▸ GOAL OF THE EXERCISE:
When you reach the line in the listing below that contains "disc.surfaces[name] for name", begin returning lines exactly as written, and stop after the line that contains "error, DETECTED_SIGMA), np.nan)". Return no other lines.

▸ DATA IN THIS EXERCISE:
"""Deprojected profiles and named regions: means and sums with errors of correlated pixels."""

from __future__ import annotations

import math
from collections.abc import Mapping
from dataclasses import dataclass
from pathlib import Path
from typing import Any, Final

import numpy as np
from astropy.table import Column, Table
from numpy.typing import NDArray

from kspipe.comparison import independent_beams
from kspipe.conversions import Surface
from kspipe.kernels.geometry import beam_axes
from kspipe.kernels.region_sums import region_covariance, upper_limit
from kspipe.matching import Grid
from kspipe.recipe import Recipe
from kspipe.stages.summary import DETECTED_SIGMA, common_errors
from kspipe.stages.surface import Disc

__all__ = ["PROFILES_FILE", "Region", "profile_table", "rings_of", "write_profiles"]

Array = NDArray[np.float64]
Mask = NDArray[np.bool_]

PROFILES_FILE: Final = "profiles.ecsv"

_UNITS: Final = {
    "sigma_star": "solMass / pc2",
    "sigma_atom": "solMass / pc2",
    "sigma_mol": "solMass / pc2",
    "sigma_gas": "solMass / pc2",
    "sigma_sfr": "solMass / (yr kpc2)",
}
# Ratios of sums: top, bottom, factor to the unit, unit.
_RATIOS: Final = {
    "f_mol": ("sigma_mol", "sigma_gas", 1.0, None),
    "t_dep": ("sigma_mol", "sigma_sfr", 1e-3, "Gyr"),
    "t_dep_gas": ("sigma_gas", "sigma_sfr", 1e-3, "Gyr"),
}


@dataclass(frozen=True)
class Region:
    """A part of the disc.

    Attributes
    ----------
    name : str
    inside : (ny, nx) bool array
        Pixels of the grid in it, covered or not.
    inner_kpc, outer_kpc : float
        Bounds in deprojected radius; NaN where it has none.
    """

    name: str
    inside: Mask
    inner_kpc: float = math.nan
    outer_kpc: float = math.nan


def rings_of(radius_kpc: Array, covered: Mask, beam_kpc: float) -> list[Region]:
    """Cut the disc into rings one beam wide, out to the last covered pixel.

    Parameters
    ----------
    radius_kpc : (ny, nx) float64 array
        Deprojected.
    covered : (ny, nx) bool array
    beam_kpc : float
        FWHM along the major axis: the minor axis is seen with a beam wider by 1 / cos i.
    """
    outermost = float(radius_kpc[covered].max())
    edges = beam_kpc * np.arange(math.floor(outermost / beam_kpc) + 2)
    rings = []
    for inner, outer in zip(edges[:-1].tolist(), edges[1:].tolist(), strict=True):
        inside = (radius_kpc >= inner) & (radius_kpc < outer)
        if (inside & covered).any():
            rings.append(Region(f"{inner:.3g} to {outer:.3g} kpc", inside, inner, outer))
    return rings


def profile_table(
    recipe: Recipe,
    disc: Disc,
    covered: Mask,
    grid: Grid,
    beam_arcsec2: Array,
    regions: Mapping[str, Mask],
) -> Table:
    """Make the table of profiles: a row for each ring, for each named region, and for all.

    Parameters
    ----------
    recipe : Recipe
    disc : Disc
    covered : (ny, nx) bool array
        Pixels with gas and star formation, of any sign.
    grid : Grid
    beam_arcsec2 : (2, 2) float64 array
    regions : mapping of str to (ny, nx) bool array
        Named regions besides the rings.

    Returns
    -------
    astropy.table.Table
        Means over the covered pixels of each region, face-on; ``_err`` is the random error of the
        mean with the noise's correlation, ``_common_err`` that of flux scales and zero levels,
        ``_limit`` the 3-sigma upper limit by the region's own error where the mean is fainter
        than 3 of them, ``_next_corr`` the correlation of the random error with the next row's.
    """
    beam_kpc = beam_axes(beam_arcsec2)[0] * recipe.galaxy.pc_per_arcsec / 1e3
    groups = [rings_of(disc.radius_kpc, covered, beam_kpc)]
    groups += [[Region(name, mask)] for name, mask in regions.items() if (mask & covered).any()]
    groups.append([Region("all", np.ones(grid.shape, dtype=bool))])
    rows = [row for group in groups for row in group]
    areas = grid.areas_arcsec2()
    on_sky = np.array([float(areas[row.inside & covered].sum()) for row in rows])
    face_on_kpc2 = on_sky * recipe.galaxy.pc_per_arcsec**2 / recipe.galaxy.cos_i * 1e-6
    count = np.array([int((row.inside & covered).sum()) for row in rows])
    pixel_area = grid.pixel_arcsec**2

    table = Table(
        meta={
            "galaxy": recipe.galaxy.name,
            "means": "over covered pixels of the region, face-on, helium included",
            "beam_kpc": beam_kpc,
            "detected": f"{DETECTED_SIGMA:g} sigma of the region's own random error",
        }
    )

    def add(name: str, values: Any, unit: str | None, description: str) -> None:
        table.add_column(Column(values, name=name, unit=unit, description=description))

    add("region", [row.name for row in rows], None, "ring, named region, or all covered sky")
    add("inner_kpc", [row.inner_kpc for row in rows], "kpc", "inner radius, in the disc")
    add("outer_kpc", [row.outer_kpc for row in rows], "kpc", "outer radius, in the disc")
    add("n_pixels", count, None, "covered pixels")
    independent = [independent_beams(int(n), pixel_area, beam_arcsec2) for n in count]
    add("n_independent", independent, None, "effective number for a mean: area / (2 beam areas)")
    share = count / [int(row.inside.sum()) for row in rows]
    add("covered_share", share, None, "covered share of the region's pixels on the grid")
    add("area_kpc2", face_on_kpc2, "kpc2", "covered area, in the plane of the disc")

    here = {name: disc.surfaces[name] for name in _UNITS if name in disc.surfaces}
    ratios = {name: r for name, r in _RATIOS.items() if r[0] in here and r[1] in here}
    pairs = [(name, name) for name in here] + [(top, bottom) for top, bottom, *_ in ratios.values()]
    covariances = _covariances(here, pairs, groups, covered, areas, on_sky, grid)
    means = {}
    for name, surface in here.items():
        unit = _UNITS[name]
        variance, with_next = covariances[name, name]
        error = np.sqrt(np.maximum(variance, 0.0))
        means[name] = mean = np.array(
            [
                float(np.sum((surface.value * areas)[row.inside & covered])) / sky
                for row, sky in zip(rows, on_sky, strict=True)
            ]
        )
        add(name, mean, unit, f"mean {name}")
        add(f"{name}_err", error, unit, f"random 1-sigma error of the mean {name}")
        add(
            f"{name}_common_err",
            [
                math.hypot(*common_errors(disc, name, row.inside & covered, areas / sky).values())
                for row, sky in zip(rows, on_sky, strict=True)
            ],
            unit,
            "error by flux scales, zero levels and matching, shared by all pixels",
        )
        faint = mean < DETECTED_SIGMA * error
        limit = np.where(faint, upper_limit(mean, error, DETECTED_SIGMA), np.nan)
        add(f"{name}_limit", limit, unit, "upper limit where the mean is not detected")
        with np.errstate(invalid="ignore", divide="ignore"):
            beside = with_next / (error * np.append(error[1:], np.nan))
        add(f"{name}_next_corr", beside, None, "of the random errors of this ring and the next")
    for name, (top, bottom, factor, ratio_unit) in ratios.items():
        # A ratio with an undetected denominator is anything: it is left blank.
        error = np.sqrt(np.maximum(covariances[bottom, bottom][0], 0.0))
        below = np.where(means[bottom] > DETECTED_SIGMA * error, means[bottom], np.nan)
        ratio = means[top] / below
        variance = (
            covariances[top, top][0]
            + ratio**2 * covariances[bottom, bottom][0]
            - 2.0 * ratio * covariances[top, bottom][0]
        )
        what = f"ratio of the means of {top} and {bottom}, where the latter is detected"
        add(name, factor * ratio, ratio_unit, what)
        spread = factor * np.sqrt(np.maximum(variance, 0.0)) / below
        add(f"{name}_err", spread, ratio_unit, f"random 1-sigma error of {name}")
    return table


def _covariances(
    surfaces: Mapping[str, Surface],
    pairs: list[tuple[str, str]],
    groups: list[list[Region]],
    covered: Mask,
    areas: Array,
    on_sky: Array,
    grid: Grid,
) -> dict[tuple[str, str], tuple[Array, Array]]:
    """Covariance of the means of each pair of products: of each row, and with the next row.

    Regions of one group do not overlap; the last of a group has no next.
    """
    noise = [(surfaces[a].noise, surfaces[b].noise) for a, b in pairs]
    found: list[list[tuple[Array, Array]]] = []
    start = 0
    for group in groups:
        labels = np.full(grid.shape, -1)
        for i, region in enumerate(group):
            labels[region.inside & covered] = i
        sky = on_sky[start : start + len(group)]
        weights = areas / np.where(labels >= 0, sky[labels], 1.0)
        found.append(region_covariance(noise, labels, weights, grid.jacobian_arcsec()))
        start += len(group)
    return {
        pair: (
            np.concatenate([part[i][0] for part in found]),
            np.concatenate([np.append(part[i][1], np.nan) for part in found]),
        )
        for i, pair in enumerate(pairs)
    }


def write_profiles(table: Table, folder: Path) -> None:
    """Write the table into a folder as ECSV, every number in full."""
    table.write(folder / PROFILES_FILE, format="ascii.ecsv")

▸ SOLUTION FOR THIS EXERCISE:
    here = {name: disc.surfaces[name] for name in _UNITS if name in disc.surfaces}
    ratios = {name: r for name, r in _RATIOS.items() if r[0] in here and r[1] in here}
    pairs = [(name, name) for name in here] + [(top, bottom) for top, bottom, *_ in ratios.values()]
    covariances = _covariances(here, pairs, groups, covered, areas, on_sky, grid)
    means = {}
    for name, surface in here.items():
        unit = _UNITS[name]
        variance, with_next = covariances[name, name]
        error = np.sqrt(np.maximum(variance, 0.0))
        means[name] = mean = np.array(
            [
                float(np.sum((surface.value * areas)[row.inside & covered])) / sky
                for row, sky in zip(rows, on_sky, strict=True)
            ]
        )
        add(name, mean, unit, f"mean {name}")
        add(f"{name}_err", error, unit, f"random 1-sigma error of the mean {name}")
        add(
            f"{name}_common_err",
            [
                math.hypot(*common_errors(disc, name, row.inside & covered, areas / sky).values())
                for row, sky in zip(rows, on_sky, strict=True)
            ],
            unit,
            "error by flux scales, zero levels and matching, shared by all pixels",
        )
        faint = mean < DETECTED_SIGMA * error
        limit = np.where(faint, upper_limit(mean, error, DETECTED_SIGMA), np.nan)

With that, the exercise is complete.